The 8 Rules Of Dividend Investing
November 11, 2019 Leave a comment
Dividend investing involves accumulating stocks that issue dividends to generate a steady stream of passive income.
Rule #1: The Quality Rule
Invest in high quality businesses that have a proven long-term record of stability, growth, and profitability. There is no reason to own a mediocre business when you can own a high quality business.Rank stocks by dividend history and corporate history ,the longer the better. Stocks must have paid steady or increasing dividends through the worst periods of financial stress and turmoil to be eligible for inclusion in your portfolio.
Rule #2: The Bargain Rule
Invest in businesses that pay you the most dividends per rupee you invest. All things being equal, the higher the dividend yield, the better. Additionally, only invest in stocks trading below their historical average valuation multiple to avoid investing in overpriced securities. So rank stocks by dividend yield. Only stocks trading below their say 10 year historical average valuation multiple are eligible for inclusion in your portfolio.
Rule #3: The Safety Rule
“The secret of sound investment in 3 words; margin of safety”– Benjamin Graham .If a business is paying out all its income as dividends, it has no margin of safety.

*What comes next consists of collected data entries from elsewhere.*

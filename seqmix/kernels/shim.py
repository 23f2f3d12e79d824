"""What the kernels need of the `cython` module when Cython is not installed: names that do nothing."""

from __future__ import annotations

from typing import Any

compiled = False


class _Type:
    """A C type: callable and subscriptable, so that annotations and casts can be evaluated."""

    def __getitem__(self, _: Any) -> _Type:
        return self


class _NoGil:
    """`with nogil:` and `@nogil`."""

    def __enter__(self) -> None:
        return None

    def __exit__(self, *_: object) -> None:
        return None

    def __call__(self, function: Any) -> Any:
        return function


nogil = _NoGil()
void = int = bint = uchar = ushort = longlong = ulonglong = float = double = Py_ssize_t = _Type()


def cfunc(function: Any) -> Any:
    return function


inline = cfunc


def exceptval(*_: Any, **__: Any) -> Any:
    return cfunc


def cast(_: Any, value: Any) -> Any:
    return value


def declare(_: Any, value: Any = None) -> Any:
    return value
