/// The pairs worth correcting: what stands first, and what is far off and has answers to put in its place.
std::vector<const PairCorrection*> contradictions(const SetResult& entry, const Examination& found) {
    std::vector<const PairCorrection*> list;
    for (const auto& pair : found.pairs) {
        const bool far = misfit_words(entry, pair.a, pair.b) == "far off";
        if (list.empty() || (far && (found.mean_of_several || !pair.choices.empty()))) list.push_back(&pair);
    }
    return list;
}

} // namespace

std::optional<ItemPair> Corrections::draw(Ui& ui, const RoomView& view, Actions& actions,
                                          const SetResult& entry, TextFlow& flow) {
    if (set_ != entry.set || by_ != entry.by) {
        reset();
        set_ = entry.set;
        by_ = entry.by;
    }
    if (!over_limit(view.decision, entry) && entry.cycles.empty()) return std::nullopt;
    const Theme& theme = ui.look();
    const Examination* found = view.examination;
    if (found != nullptr && (found->set != entry.set || found->by != entry.by)) found = nullptr;
    const float top = flow.y();
    if (!ready(found)) {
        const double progress = found == nullptr ? 0 : found->progress;
        flow.say("Looking for what contradicts what \xE2\x80\xA6 " +
                     decimals_text(std::floor(100 * progress), 0) + " %",
                 Font::body, theme.quiet);
        bar(ui, flow.next(8), static_cast<float>(progress), theme.steel);
        flow.space(std::max(0.0F, top + height_ - flow.y()));
        return std::nullopt;
    }
    std::optional<ItemPair> result;
    PairCorrection plain;
    std::vector<const PairCorrection*> list = contradictions(entry, *found);
    if (list.empty() && !entry.misfits.empty()) {
        // Nothing to choose from: what is known of the worst pair is said all the same.
        const Misfit& worst = entry.misfits.front();
        plain.a = worst.a;
        plain.b = worst.b;
        plain.given = worst.given;
        plain.implied = worst.implied;
        if (standing_judgment(view.decision, entry.set, Id{}, worst.a, worst.b) == nullptr)
            plain.said_by = entry.by;
        list.push_back(&plain);
    }
    if (list.empty()) return std::nullopt;
    at_ = std::min(at_, list.size() - 1);
    const PairCorrection& pair = *list[at_];
    const bool mean = found->mean_of_several &&
                      standing_judgment(view.decision, entry.set, Id{}, pair.a, pair.b) == nullptr;
    draw_step(ui, view, flow, list);
    flow.say(given_sentence(view, entry, pair, mean), Font::body, 0, 2);
    flow.say(implied_sentence(view, entry, pair));
    const std::string best = best_sentence(pair);
    if (!best.empty()) flow.say(best, Font::small, ui.look().quiet, 2);
    const std::string look = "Look at this pair";
    if (button(ui, "look", look, {flow.x(), flow.y() + 2, button_width(look), button_height}))
        result = ItemPair{pair.a, pair.b};
    flow.space(button_height + 10);

    const bool own = !mean && pair.said_by == view.person;
    if (own && &pair != &plain)
        draw_choices(ui, view, actions, entry, *found, pair, flow);
    else if (!own)
        if (const auto led = draw_whose(ui, view, actions, entry, pair, mean, flow)) result = led;
    draw_findings(ui, view, entry, *found, pair, flow);
    if (!found->finished) {
        flow.say("Looking further \xE2\x80\xA6 " + decimals_text(std::floor(100 * found->progress), 0) + " %",
                 Font::small, theme.quiet);
        flow.space(std::max(0.0F, top + height_ - flow.y()));
    } else {
        height_ = flow.y() - top;
    }
    return result;
}

void Corrections::draw_step(Ui& ui, const RoomView&, TextFlow& flow,
                            const std::vector<const PairCorrection*>& list) {
    if (list.size() < 2) return;
    Box row = flow.next(30, 4);
    const Box next = row.take_right(30, 4);
    const Box before = row.take_right(30, 8);
    draw_text(ui, {row.x, row.y + 5},
              "Contradiction " + std::to_string(at_ + 1) + " of " + std::to_string(list.size()),
              {.font = Font::strong, .ink = ui.look().quiet, .max_width = row.w});
    const auto step = [&](std::size_t to) {
        at_ = to;
        chosen_.clear();
        reason_.clear();
    };
    if (icon_button(ui, "contradiction-before", "Previous contradiction", before, Icon::left, at_ > 0))
        step(at_ - 1);
    if (icon_button(ui, "contradiction-next", "Next contradiction", next, Icon::right, at_ + 1 < list.size()))
        step(at_ + 1);
}
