def _correct_block(
    records: Sequence[EraRecords],
    gases: GasBatch,
    disturbances: Sequence[Disturbance | None] | None,
) -> Corrected:
    offsets = _offsets(records)
    eras = [entry.era for entry in records]
    lengths = np.diff(offsets)
    count = int(offsets[-1])
    changed = disturbed(disturbances, lengths)

    def spread(constant: Callable[[Era], float | None]) -> Floats:
        """Return a constant of each era, one per record; NaN for None."""
        values = np.array([constant(era) for era in eras], dtype=np.float64)
        return np.repeat(values, lengths)

    def told(condition: Callable[[Era], bool]) -> Truths:
        """Return a yes or no of each era, one per record."""
        return np.repeat(np.array([condition(era) for era in eras], dtype=np.bool_), lengths)

    dp_lower = spread(lambda era: era.differential_pressure_range.lower_range_value)
    dp_upper = spread(lambda era: era.differential_pressure_range.upper_range_value)
    logged_dp = _joined([entry.differential_pressure for entry in records])
    dp = np.where(
        told(lambda era: era.differential_pressure_rooted),
        # the root's sign is the flow's: a negative one must not become a forward flow
        dp_lower + logged_dp * np.abs(logged_dp) * (dp_upper - dp_lower),
        logged_dp,
    )
    logged_pressure = _joined([entry.static_pressure for entry in records])
    gauge = told(lambda era: era.static_pressure_gauge)
    atmosphere = np.where(gauge, _atmospheric_pressure(records), 0.0)
    temperature = _joined([entry.temperature for entry in records]).copy()
    if changed is not None:
        dp = changed.moved(dp, "differential_pressure")
        logged_pressure = changed.moved(logged_pressure, "static_pressure")
        atmosphere = np.where(gauge, changed.added(atmosphere, "atmospheric_pressure"), 0.0)
        temperature = changed.added(temperature, "temperature_zero")

    cut_off = spread(lambda era: era.meter.low_flow_cut_off)
    known_dp = np.isfinite(dp)
    still = known_dp & ((np.abs(dp) < cut_off) | (dp == 0.0))
    reverse = known_dp & ~still & (dp < 0.0)
    forward = known_dp & ~still & (dp > 0.0)

    at_tapping = logged_pressure + atmosphere
    downstream = told(lambda era: era.meter.static_pressure_tapping is Tapping.DOWNSTREAM)
    static_pressure = np.where(downstream, at_tapping + dp, at_tapping)

    missing = np.full(count, MEASURED, dtype=np.int64)
    possible = (at_tapping > 0.0) & (static_pressure > dp) & (temperature > 0.0)
    for reason, condition in (  # the last one that applies stands
        ("impossible_state", forward & ~possible),
        ("missing_barometric_pressure", forward & ~np.isfinite(atmosphere)),
        ("missing_temperature", forward & ~np.isfinite(temperature)),
        ("missing_static_pressure", forward & ~np.isfinite(logged_pressure)),
        ("reverse_flow", reverse),
        ("missing_differential_pressure", ~known_dp),
    ):
        missing[condition] = MISSING_CODES[reason]

    # records whose flow is to be computed, in order of their gas
    gas = np.repeat(np.array([gases.number(era.gas) for era in eras], dtype=np.int64), lengths)
    flowing = np.flatnonzero(forward & (missing == MEASURED))
    flowing = flowing[np.argsort(gas[flowing], kind="stable")]
    devices = devices_of([era.meter.device for era in eras], lengths).chosen(flowing)
    moved = None if changed is None else changed.chosen(flowing)
    if moved is not None:
        devices = moved.devices(devices)
    p1, dp_flowing = static_pressure[flowing], dp[flowing]
    far = told(lambda era: era.meter.thermometer is Thermometer.DOWNSTREAM)[flowing]
    T1 = _temperature_upstream(
        gases, gas[flowing], far, dp_flowing, p1, temperature[flowing], devices, moved
    )
    states, flow = _flow_at(gases, gas[flowing], dp_flowing, p1, T1, devices, moved)

    no_gas = states.no_gas | ~(states.density > 0.0)
    solved = flow.converged & ~no_gas
    missing[flowing[~flow.converged]] = MISSING_CODES["not_converged"]
    missing[flowing[no_gas]] = MISSING_CODES["no_gas_state"]

    def placed(values: Floats, where: Truths | None = None) -> Floats:
        """Return the flowing records' values at their places, NaN elsewhere."""
        everywhere = np.full(count, np.nan)
        everywhere[flowing] = values if where is None else np.where(where, values, np.nan)
        return everywhere

    temperature[flowing] = T1
    mass_flow = placed(flow.mass_flow, solved)
    mass_flow[still] = 0.0
    line_density = placed(states.density)
    stated_base = base_density = spread(gases.base_density)
    if changed is not None:
        base_density = changed.scaled(
            stated_base, "base_density", lambda: spread(gases.base_density_uncertainty)
        )
    line_volume_flow = mass_flow / line_density
    base_volume_flow = mass_flow / base_density
    line_volume_flow[still] = base_volume_flow[still] = 0.0

    factors = [gases.energy_factor(era) for era in eras]
    per_base_volume = np.repeat(
        np.array([basis is CalorificBasis.VOLUME for _, basis in factors], dtype=np.bool_), lengths
    )
    factor = np.repeat(np.array([each for each, _ in factors], dtype=np.float64), lengths)
    if changed is not None:
        value_per_mass = told(
            lambda era: (
                era.gas.calorific_value is not None
                and era.gas.calorific_value.basis is CalorificBasis.MASS
            )
        )
        # the energy of an amount of gas is that of its own value, whatever the base density
        heavier = base_density / stated_base
        factor = np.where(per_base_volume & value_per_mass, factor * heavier, factor)
        factor = np.where(~per_base_volume & ~value_per_mass, factor / heavier, factor)
        factor = changed.scaled(factor, "calorific_value")
        factor = changed.multiplied(
            factor, "calorific_method", lambda: spread(gases.calorific_method_uncertainty)
        )
    energy_flow = np.where(per_base_volume, base_volume_flow, mass_flow) * factor

    flags = np.zeros(count, dtype=np.uint32)
    for name, condition in (
        (
            "pressure_ratio_outside_limits",
            p1 - dp_flowing < LOWEST_PRESSURE_RATIO * p1,
        ),
        (
            "reynolds_number_outside_limits",
            devices.reynolds_number_outside_limits(flow.reynolds_number),
        ),
        ("geometry_outside_limits", devices.geometry_outside_limits()),
        ("gas_model_outside_range", states.outside_range),
        (
            "gas_model_simplified",
            told(gases.simplified)[flowing],
        ),
        ("calorific_value_outside_limits", told(gases.calorific_value_outside)[flowing]),
        ("over_range", dp_flowing >= dp_upper[flowing]),
        ("signal_outside_range", _outside_ranges(records, lengths)[flowing]),
    ):
        flags[flowing[condition & solved]] |= FLAG_BITS[name]

    return Corrected(
        offsets=offsets,
        differential_pressure=dp,
        static_pressure_absolute=static_pressure,
        temperature_upstream=temperature,
        line_density=line_density,
        base_density=base_density,
        mass_flow=mass_flow,
        line_volume_flow=line_volume_flow,
        base_volume_flow=base_volume_flow,
        energy_flow=energy_flow,
        discharge_coefficient=placed(flow.discharge_coefficient, solved),
        expansibility=placed(flow.expansibility, solved),
        reynolds_number=placed(flow.reynolds_number, solved),
        isentropic_exponent=placed(states.isentropic_exponent),
        dynamic_viscosity=placed(states.dynamic_viscosity),
        compression_factor=placed(states.compression_factor),
        flags=flags,
        missing=missing,
    )
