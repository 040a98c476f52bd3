import fc from 'fast-check';
import { describe, expect, test } from 'vitest';
import { addDays, daysBetween } from '@/lib/calendar';
import { groupedPlan } from '@/lib/care/grouped-plan';
import { planWall } from '@/lib/care/plan';
import { type CareHome, type CareRecord, type WorkItem } from '@/lib/care/types';
import { workKey } from '@/lib/care/work-key';
import { anyCareHome, careHome, careRecord, careWall } from '@/tests/fixtures/care-home';

const today = '2026-12-01';
const front = careWall({ id: 'f', name: 'Front' });
const back = careWall({ id: 'b', name: 'Back', position: 1 });
const plans = (home: CareHome, on = today) => home.walls.map((wall) => planWall(home, wall, on));
const grouped = (home: CareHome, on = today) => groupedPlan(home, plans(home, on), on);
const itemOf = (home: CareHome, wallId: string, kind: WorkItem['kind'], on = today) => grouped(home, on).walls.find((wall) => wall.wallId === wallId)?.items.find((item) => item.kind === kind);
const spell = (item: WorkItem | undefined) => item && [item.window.opensOn, item.window.closesOn, item.basis];
const at = (records: CareRecord[], values: Partial<CareHome> = {}) => careHome({ walls: [front, back], records, ...values });
const on = (wallId: string) => ({ wallIds: [wallId] });

/*
 * Coats of 66 months. Front of 10 December 2021: used up on 10 June 2027, window 1 May to 9 August 2027. Back of 10 November 2022:
 * used up on 10 May 2028, window from 1 May 2028. 335 days are 11.0 months; 11.0 / 66 × 25.08 m² × $5.50 = $23.00, a trip is $90.
 */
const apart = [careRecord('restain', '2021-12-10', on('f')), careRecord('restain', '2022-11-10', on('b'))];

describe('a wall that is due a season later', () => {
  test('joins the trip for the first one, and says what that throws away and saves', () => {
    const item = itemOf(at(apart), 'b', 'restain');
    expect(item).toMatchObject({ dueOn: '2028-05-10', window: { opensOn: '2027-05-01', closesOn: '2027-08-09', moved: 'to a visit' }, basis: 'joined to a visit', lapsesOn: '2027-08-10', missedOn: null });
    expect(item?.because).toBe('Done in one trip with Front: it throws away 11 months of this coat, about $23, and saves a trip of about $90; on its own it would last until early May 2028.');
    expect(item?.explanation).toMatchObject({ value: 'May 1 – August 9, 2027', inputs: expect.arrayContaining([{ label: 'Window on its own', value: 'May 1 – July 9, 2028' }, { label: 'A trip at this home’s prices', value: '$90' }]) });
    expect(item?.explanation.sources.filter(({ text }) => /another trip|first film is used up/.test(text)).map(({ ground }) => ground)).toEqual(['our rule', 'our rule']);
    expect(grouped(at(apart)).grouping.months).toBe(12);
  });

  test('stays in its own season where a trip costs less than that', () => {
    const cheap = at(apart, { costs: { ...careHome().costs, tripCents: 2200 } });
    expect(spell(itemOf(cheap, 'b', 'restain'))).toEqual(['2028-05-01', '2028-07-09', 'computed']);
  });

  test('stays where its own coat cannot cure in that season’s days', () => {
    const home = { ...at(apart), walls: [front, { ...back, stainBase: 'waterborne' as const }], seasons: { oil: { seasons: [{ fromMonth: 5, toMonth: 6 }] }, waterborne: { seasons: [{ fromMonth: 7, toMonth: 8 }] } } };
    expect(itemOf(home, 'b', 'restain')?.basis).toBe('computed');
  });

  test('shares only the days on which its own coat can cure', () => {
    const home = { ...at(apart), walls: [front, { ...back, stainBase: 'waterborne' as const }] };
    expect(spell(itemOf(home, 'b', 'restain'))).toEqual(['2027-06-01', '2027-08-09', 'joined to a visit']);
  });

  test('stays when somebody put it off past the trip, followed an own rule, or found it due', () => {
    const home = at(apart);
    const item = plans(home)[1]?.items.find(({ kind }) => kind === 'restain');
    expect(itemOf({ ...home, deferrals: [{ workKey: item ? workKey(item) : '', notBefore: '2028-05-01' }] }, 'b', 'restain')?.basis).toBe('computed');
    const ownRules = [{ wallId: 'b', kind: 'restain' as const, rule: 'FREQ=YEARLY;INTERVAL=5;BYMONTH=6;BYMONTHDAY=15', startOn: '2023-06-16' }];
    expect(spell(itemOf({ ...home, ownRules }, 'b', 'restain'))).toEqual(['2028-05-01', '2028-08-14', 'own rule']);
    expect(itemOf({ ...home, findings: [{ wallId: 'b', recordId: 'r', on: '2026-11-20', coat: 'due', seal: null }] }, 'b', 'restain')?.basis).toBe('found');
  });
});

test('two walls that share a later trip: neither claims to save it alone', () => {
  const left = careWall({ id: 'l', name: 'Left side', position: 2 });
  const home = { ...at([...apart, careRecord('restain', '2022-11-20', on('l'))]), walls: [front, back, left] };
  expect(itemOf(home, 'b', 'restain')?.because).toContain('about $23, less than another trip of about $90; on its own');
  expect(itemOf(home, 'l', 'restain')?.basis).toBe('joined to a visit');
});

test('caulk that goes with the restain goes with it to the earlier trip, and so does the wash of that year', () => {
  // Caulk of 90 months from 10 May 2021: used up on 10 November 2028, six months after the coat.
  const home = at([...apart, careRecord('recaulk', '2021-05-10', on('b')), careRecord('wash', '2026-05-10', { wallIds: ['f', 'b'] })]);
  const item = itemOf(home, 'b', 'recaulk');
  expect(spell(item)).toEqual(['2027-05-01', '2027-08-09', 'pulled to the restain']);
  expect(item?.because).toMatch(/on its own the caulk would last until early November 2028\. That restain shares an earlier trip\.$/);
  expect(spell(itemOf(home, 'b', 'wash'))).toEqual(['2027-05-01', '2027-08-09', 'pulled to the restain']);
});

test('the wash of the year that a restain leaves goes back to its own month', () => {
  // Washed early in 2027, so the next wash is that of 2028; the restain of 2028 moves to the trip of 2027.
  const home = at([...apart, careRecord('wash', '2027-03-10', { wallIds: ['f', 'b'] })]);
  expect(spell(plans(home, '2027-03-20')[1]?.items.find(({ kind }) => kind === 'wash'))).toEqual(['2028-05-01', '2028-07-09', 'pulled to the restain']);
  expect(spell(itemOf(home, 'b', 'wash', '2027-03-20'))).toEqual(['2028-05-01', '2028-05-31', 'computed']);
});

test('a home of one wall, or without known dates, is left as it was', () => {
  const bare = at([]);
  expect(grouped(bare)).toEqual({ walls: plans(bare), grouping: { months: 0, choices: [] } });
  const single = careHome({ walls: [front], records: [careRecord('restain', '2021-12-10', on('f'))] });
  expect(grouped(single).walls).toEqual(plans(single));
});

const items = (walls: { items: WorkItem[] }[]) => walls.flatMap((wall) => wall.items);

describe('in any home', () => {
  test('only computed work moves, earlier, never into a time that has passed, and its date stays', () => {
    fc.assert(
      fc.property(anyCareHome, fc.integer({ min: 0, max: 100_000 }), (made, tripCents) => {
        const home = { ...made, costs: { ...made.costs, tripCents } };
        const before = items(plans(home));
        const after = items(grouped(home).walls);
        expect(after).toHaveLength(before.length);
        before.forEach((old, i) => {
          const now = after[i] as WorkItem;
          expect([now.wallId, now.kind, now.dueOn, now.missedOn]).toEqual([old.wallId, old.kind, old.dueOn, old.missedOn]);
          if (now.kind === 'wash' || now.window.moved !== 'to a visit') return;
          expect(['computed', 'pulled to the restain']).toContain(old.basis);
          expect(now.window.closesOn < old.window.opensOn && now.window.closesOn >= today && now.window.opensOn <= now.window.closesOn).toBe(true);
          expect(now.lapsesOn).toBe(addDays(now.window.closesOn, 1));
        });
      }),
      { numRuns: 200 },
    );
  });

  test('the plan is the same on every day until the next one on which it lapses', () => {
    fc.assert(
      fc.property(anyCareHome, fc.double({ min: 0, max: 1, noNaN: true }), (home, share) => {
        const plan = grouped(home);
        const lapses = items(plan.walls).flatMap(({ lapsesOn }) => lapsesOn ?? []).sort()[0];
        const later = addDays(today, Math.floor(share * Math.max(0, daysBetween(today, lapses ?? '2027-12-01') - 1)));
        expect(grouped(home, later)).toEqual(plan);
      }),
      { numRuns: 100 },
    );
  });
});
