import fc from 'fast-check';
import { describe, expect, it } from 'vitest';
import { addDays, addMonths, monthOf } from '@/lib/calendar';
import { windowFor } from '@/lib/care';
import { type SeasonMonths } from '@/lib/care/types';
import { anySeasons } from '@/tests/fixtures/care-home';

const summer = [{ fromMonth: 5, toMonth: 9 }];
const at = (dueOn: string, seasons: SeasonMonths[], usedUpOn = dueOn) => {
  const { opensOn, closesOn, moved } = windowFor(dueOn, seasons, usedUpOn);
  return [opensOn, closesOn, moved];
};

describe('windows, worked by hand', () => {
  it('takes the season that the date falls in, at most 60 days past the date', () => {
    expect(at('2027-06-10', summer)).toEqual(['2027-05-01', '2027-08-09', 'in season']);
    expect(at('2027-05-01', summer)).toEqual(['2027-05-01', '2027-06-30', 'in season']);
    expect(at('2027-09-30', summer)).toEqual(['2027-05-01', '2027-09-30', 'in season']);
  });

  it('takes the season before when none opens within 60 days', () => {
    expect(at('2027-10-20', summer)).toEqual(['2027-05-01', '2027-09-30', 'to the season before']);
    expect(at('2027-01-05', summer)).toEqual(['2026-05-01', '2026-09-30', 'to the season before']);
    // 1 March is 61 days before 1 May.
    expect(at('2027-03-01', summer)).toEqual(['2026-05-01', '2026-09-30', 'to the season before']);
  });

  it('waits for the season that opens soon, if two weeks of it are left before the 60 days are over', () => {
    expect(at('2027-04-01', summer)).toEqual(['2027-05-01', '2027-05-31', 'to the next season']);
    // 16 March + 60 days = 15 May; 17 March + 60 days = 16 May.
    expect(at('2027-03-16', summer)).toEqual(['2027-05-01', '2027-05-15', 'to the next season']);
    expect(at('2027-03-15', summer)).toEqual(['2026-05-01', '2026-09-30', 'to the season before']);
  });

  it('wraps the turn of the year, and ends February right', () => {
    const winter = [{ fromMonth: 11, toMonth: 2 }];
    expect(at('2028-01-20', winter)).toEqual(['2027-11-01', '2028-02-29', 'in season']);
    expect(at('2027-01-20', winter)).toEqual(['2026-11-01', '2027-02-28', 'in season']);
    expect(at('2026-11-05', winter)).toEqual(['2026-11-01', '2027-01-04', 'in season']);
    expect(at('2027-06-01', winter)).toEqual(['2026-11-01', '2027-02-28', 'to the season before']);
  });

  it('chooses between two seasons of a year', () => {
    const twice = [{ fromMonth: 4, toMonth: 5 }, { fromMonth: 9, toMonth: 10 }];
    expect(at('2027-07-10', twice)).toEqual(['2027-04-01', '2027-05-31', 'to the season before']);
    expect(at('2027-07-25', twice)).toEqual(['2027-09-01', '2027-09-23', 'to the next season']);
    expect(at('2027-10-31', twice)).toEqual(['2027-09-01', '2027-10-31', 'in season']);
  });

  it('opens three months before the date in a season longer than half a year', () => {
    expect(at('2027-10-20', [{ fromMonth: 3, toMonth: 11 }])).toEqual(['2027-07-20', '2027-11-30', 'in season']);
    expect(at('2027-01-10', [{ fromMonth: 1, toMonth: 12 }])).toEqual(['2026-10-10', '2027-03-11', 'in season']);
    expect(at('2027-01-10', [{ fromMonth: 3, toMonth: 11 }])).toEqual(['2026-08-30', '2026-11-30', 'to the season before']);
  });

  it('lies around the date where no month is good', () => {
    expect(at('2028-02-10', [])).toEqual(['2028-01-11', '2028-03-11', 'no season']);
  });

  it('holds to the day the film is used up when the date is later', () => {
    expect(at('2027-09-20', summer, '2027-05-10')).toEqual(['2027-05-01', '2027-07-09', 'in season']);
    expect(at('2028-06-10', summer, '2027-05-10')).toEqual(['2027-05-01', '2027-07-09', 'in season']);
  });
});

const anyDay = fc.integer({ min: 0, max: 20_000 }).map((n) => addDays('2000-01-01', n));
const isInSeason = (day: string, seasons: SeasonMonths[]) =>
  seasons.some(({ fromMonth, toMonth }) => (monthOf(day) - fromMonth + 12) % 12 <= (toMonth - fromMonth + 12) % 12);

describe('windows, whatever the date and season', () => {
  it('never reach more than 60 days past the day the film is used up, nor further back than a year and a half', () => {
    fc.assert(
      fc.property(anyDay, anySeasons, fc.integer({ min: -400, max: 400 }), (dueOn, seasons, shift) => {
        const usedUpOn = addDays(dueOn, shift);
        const { opensOn, closesOn } = windowFor(dueOn, seasons, usedUpOn);
        expect(closesOn <= addDays(usedUpOn, 60)).toBe(true);
        expect(opensOn <= closesOn).toBe(true);
        expect(opensOn >= addMonths(dueOn < usedUpOn ? dueOn : usedUpOn, -18)).toBe(true);
      }),
    );
  });

  it('begin and end in a season, and hold the date if it is in one', () => {
    fc.assert(
      fc.property(anyDay, anySeasons.filter((list) => list.length > 0), (dueOn, seasons) => {
        const { opensOn, closesOn, moved } = windowFor(dueOn, seasons, dueOn);
        expect(isInSeason(opensOn, seasons) && isInSeason(closesOn, seasons)).toBe(true);
        expect(moved === 'in season').toBe(isInSeason(dueOn, seasons));
        expect(moved === 'in season').toBe(opensOn <= dueOn && dueOn <= closesOn);
        if (moved === 'to the season before') expect(closesOn < dueOn).toBe(true);
      }),
    );
  });
});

When a business downturn occurs, the dividend must be reduced.Hence have no place in your portfolio.
Rule #4: The Growth Rule
“All you need for a lifetime of successful investing is a few big winners”– Peter Lynch.So invest in businesses that have a history of solid growth.
Rule #5: The Peace of Mind Rule
Look for businesses that people invest in during recessions and times of panic. These businesses will have a relatively stable stock price that will make them easier to hold for the long run.Identify such scripts by ranking stocks by their long-term volatility and beta
Rule #6: The Overpriced Rule
Sell when the normalized P/E ratio is over 40.
Rule #7: The Survival of the Fittest Rule
When a company reduces or eliminates dividend payment ,admit the business has lost its competitive advantage and reinvest the proceeds of the sale into a more stable business.
Rule #8: The Hedge Your Bets Rule
“The only investors who shouldn’t diversify are those who are right 100% of the time”– John Templeton. Accept you’re not infallible. Spreading your investments over multiple stocks reduces the impact of being wrong on any one stock.